Instructions to follow
From the material below, copy every line in which the word "XMLDecoder" occurs.

Given records
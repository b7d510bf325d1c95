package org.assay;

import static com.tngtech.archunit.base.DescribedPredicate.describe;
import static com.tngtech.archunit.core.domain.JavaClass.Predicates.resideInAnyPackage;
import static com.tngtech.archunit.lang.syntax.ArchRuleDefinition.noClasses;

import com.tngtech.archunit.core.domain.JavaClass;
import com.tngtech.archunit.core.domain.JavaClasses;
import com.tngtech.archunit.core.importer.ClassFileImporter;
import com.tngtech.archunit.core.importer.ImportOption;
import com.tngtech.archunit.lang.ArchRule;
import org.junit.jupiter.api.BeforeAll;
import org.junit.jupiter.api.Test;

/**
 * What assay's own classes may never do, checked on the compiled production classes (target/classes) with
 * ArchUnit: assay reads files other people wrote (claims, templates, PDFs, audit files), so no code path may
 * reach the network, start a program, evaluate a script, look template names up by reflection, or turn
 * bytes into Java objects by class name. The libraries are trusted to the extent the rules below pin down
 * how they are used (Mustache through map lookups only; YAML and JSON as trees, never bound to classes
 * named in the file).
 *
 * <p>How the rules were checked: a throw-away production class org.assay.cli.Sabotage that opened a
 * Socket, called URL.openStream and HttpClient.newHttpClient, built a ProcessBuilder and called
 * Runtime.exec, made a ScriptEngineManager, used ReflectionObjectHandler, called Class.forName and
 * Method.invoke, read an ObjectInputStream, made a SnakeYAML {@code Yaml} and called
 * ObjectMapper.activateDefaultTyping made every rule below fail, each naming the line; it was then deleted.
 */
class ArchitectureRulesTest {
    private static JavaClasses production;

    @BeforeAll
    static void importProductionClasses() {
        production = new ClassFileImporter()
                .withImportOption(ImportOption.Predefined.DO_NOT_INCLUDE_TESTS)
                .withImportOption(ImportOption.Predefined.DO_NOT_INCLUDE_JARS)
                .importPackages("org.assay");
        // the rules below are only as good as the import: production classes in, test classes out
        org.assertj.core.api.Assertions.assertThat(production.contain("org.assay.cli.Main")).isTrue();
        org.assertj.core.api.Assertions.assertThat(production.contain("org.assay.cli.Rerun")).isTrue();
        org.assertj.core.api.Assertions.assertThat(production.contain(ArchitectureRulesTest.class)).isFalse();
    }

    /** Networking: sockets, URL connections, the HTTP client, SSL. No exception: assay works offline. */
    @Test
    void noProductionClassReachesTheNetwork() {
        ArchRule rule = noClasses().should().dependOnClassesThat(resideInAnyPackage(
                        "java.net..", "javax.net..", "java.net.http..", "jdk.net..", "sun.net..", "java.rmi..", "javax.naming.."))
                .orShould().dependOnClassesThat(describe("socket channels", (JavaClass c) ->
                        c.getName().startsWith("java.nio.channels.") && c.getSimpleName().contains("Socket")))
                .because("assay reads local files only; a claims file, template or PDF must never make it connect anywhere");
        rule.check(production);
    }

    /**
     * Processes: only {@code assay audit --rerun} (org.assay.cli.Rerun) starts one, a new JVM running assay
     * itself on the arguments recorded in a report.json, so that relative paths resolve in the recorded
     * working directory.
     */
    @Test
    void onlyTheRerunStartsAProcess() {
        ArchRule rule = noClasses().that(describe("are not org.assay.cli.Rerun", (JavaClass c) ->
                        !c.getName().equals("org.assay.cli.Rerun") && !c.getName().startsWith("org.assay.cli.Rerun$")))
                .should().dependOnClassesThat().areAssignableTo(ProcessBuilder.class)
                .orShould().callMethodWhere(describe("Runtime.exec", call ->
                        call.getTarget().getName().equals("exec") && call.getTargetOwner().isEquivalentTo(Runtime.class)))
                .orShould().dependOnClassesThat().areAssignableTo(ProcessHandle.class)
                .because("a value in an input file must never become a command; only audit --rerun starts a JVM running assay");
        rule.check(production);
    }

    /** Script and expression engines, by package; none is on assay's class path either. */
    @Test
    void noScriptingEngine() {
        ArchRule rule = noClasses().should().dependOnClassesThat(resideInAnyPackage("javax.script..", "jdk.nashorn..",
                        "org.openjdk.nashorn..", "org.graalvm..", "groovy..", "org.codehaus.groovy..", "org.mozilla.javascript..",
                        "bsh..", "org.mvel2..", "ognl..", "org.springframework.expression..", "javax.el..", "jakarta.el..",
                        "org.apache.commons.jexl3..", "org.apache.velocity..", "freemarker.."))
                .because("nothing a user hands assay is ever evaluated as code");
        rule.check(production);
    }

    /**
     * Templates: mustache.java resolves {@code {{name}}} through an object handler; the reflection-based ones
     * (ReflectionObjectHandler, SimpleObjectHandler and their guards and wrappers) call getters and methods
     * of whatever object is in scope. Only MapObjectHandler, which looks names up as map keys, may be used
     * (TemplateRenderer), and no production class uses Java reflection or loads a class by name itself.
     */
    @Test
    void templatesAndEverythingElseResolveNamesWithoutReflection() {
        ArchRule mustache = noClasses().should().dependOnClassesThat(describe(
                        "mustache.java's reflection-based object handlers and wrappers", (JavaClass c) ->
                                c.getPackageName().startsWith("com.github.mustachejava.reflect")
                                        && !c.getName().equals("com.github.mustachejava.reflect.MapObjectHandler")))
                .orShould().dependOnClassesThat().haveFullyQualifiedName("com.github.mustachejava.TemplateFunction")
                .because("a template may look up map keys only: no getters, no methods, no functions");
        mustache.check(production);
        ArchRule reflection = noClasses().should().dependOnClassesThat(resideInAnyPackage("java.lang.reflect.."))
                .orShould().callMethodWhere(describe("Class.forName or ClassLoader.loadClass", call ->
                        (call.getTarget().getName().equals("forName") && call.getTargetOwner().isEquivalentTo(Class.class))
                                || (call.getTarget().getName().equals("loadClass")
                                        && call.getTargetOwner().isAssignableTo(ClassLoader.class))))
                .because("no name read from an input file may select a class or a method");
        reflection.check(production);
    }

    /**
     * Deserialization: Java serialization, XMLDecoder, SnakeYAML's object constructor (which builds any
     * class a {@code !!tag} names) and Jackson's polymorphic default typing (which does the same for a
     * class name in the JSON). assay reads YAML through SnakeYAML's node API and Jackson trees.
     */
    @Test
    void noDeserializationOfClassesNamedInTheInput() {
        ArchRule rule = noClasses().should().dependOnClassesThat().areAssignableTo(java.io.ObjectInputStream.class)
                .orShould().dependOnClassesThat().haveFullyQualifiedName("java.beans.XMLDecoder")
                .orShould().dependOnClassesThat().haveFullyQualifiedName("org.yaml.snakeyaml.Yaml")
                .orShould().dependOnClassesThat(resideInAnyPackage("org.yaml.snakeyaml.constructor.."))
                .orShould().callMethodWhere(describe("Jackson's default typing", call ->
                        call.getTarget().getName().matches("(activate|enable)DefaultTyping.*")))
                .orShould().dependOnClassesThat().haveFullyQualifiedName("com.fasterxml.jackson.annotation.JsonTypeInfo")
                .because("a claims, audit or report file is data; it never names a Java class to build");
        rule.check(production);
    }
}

Result of the exercise
     * Deserialization: Java serialization, XMLDecoder, SnakeYAML's object constructor (which builds any
                .orShould().dependOnClassesThat().haveFullyQualifiedName("java.beans.XMLDecoder")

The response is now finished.